» **The problem**:
For every line in the records that has the word "struct", make a copy.

╭──

static fescue_status evidence_open(struct problem *problem, size_t rank, struct evidence *evidence)
{
    const struct cells *cells = &problem->target;
    size_t workers = team_workers(problem->context), d = rank + 2;
    size_t one = evidence_side_scratch(rank), two = evidence_basis_scratch(rank);
    size_t work = 2 * packed_size(rank) + 3 * rank + dense_work_size(rank, rank);
    *evidence = (struct evidence){.context = problem->context, .problem = problem, .rank = rank};
    evidence->started = clock_wall();
    size_t most = one > two ? one : two, chain = evidence_chain_scratch(rank);
    evidence->scratch_size = team_room(most > chain ? most : chain, sizeof(double));
    struct arena *arena = &evidence->arena;
    side_reserve(arena, &cells->by_row, rank);
    side_reserve(arena, &cells->by_column, rank);
    for (size_t k = 0; k < 4; k++) {
        matrix_reserve(arena, rank, rank);
        matrix_reserve(arena, d, d);
    }
    arena_reserve(arena, 4 * rank, sizeof(double));
    matrix_reserve(arena, d, d);
    matrix_reserve(arena, d, d);
    arena_reserve(arena, work, sizeof(double));
    evidence->state_size = arena->reserved;
    arena_reserve(arena, workers * evidence->scratch_size, sizeof(double));
    size_t lines = cells->rows > cells->columns ? cells->rows : cells->columns;
    arena_reserve(arena, dense_work_size(lines, d), sizeof(double));
    size_t words = cells->count >= HALVES_CELLS ? lines * moments_words(d) : 0;
    arena_reserve(arena, words, sizeof(uint64_t));
    arena_reserve(arena, moments_total_size(d), sizeof(double));
    fescue_status status = arena_open(problem->context, arena);
    if (status != FESCUE_OK)
        return status;
    side_carve(arena, &cells->by_row, rank, &evidence->rows);
    side_carve(arena, &cells->by_column, rank, &evidence->columns);
    for (size_t k = 0; k < 4; k++) {
        evidence->small[k] = matrix_carve(arena, rank, rank);
        evidence->gram[k] = matrix_carve(arena, d, d);
    }
    evidence->shift = arena_carve(arena, 4 * rank, sizeof(double));
    evidence->map[0] = matrix_carve(arena, d, d);
    evidence->map[1] = matrix_carve(arena, d, d);
    evidence->basis_work = arena_carve(arena, work, sizeof(double));
    evidence->scratch = arena_carve(arena, workers * evidence->scratch_size, sizeof(double));
    evidence->dense = arena_carve(arena, dense_work_size(lines, d), sizeof(double));
    evidence->halves = words > 0 ? arena_carve(arena, words, sizeof(uint64_t)) : NULL;
    evidence->total = arena_carve(arena, moments_total_size(d), sizeof(double));
    evidence->rows.effect_at = evidence->columns.one_at = rank;
    evidence->rows.one_at = evidence->columns.effect_at = rank + 1;
    return FESCUE_OK;
}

╰──

» **Solution**:
static fescue_status evidence_open(struct problem *problem, size_t rank, struct evidence *evidence)
    const struct cells *cells = &problem->target;
    *evidence = (struct evidence){.context = problem->context, .problem = problem, .rank = rank};
    struct arena *arena = &evidence->arena;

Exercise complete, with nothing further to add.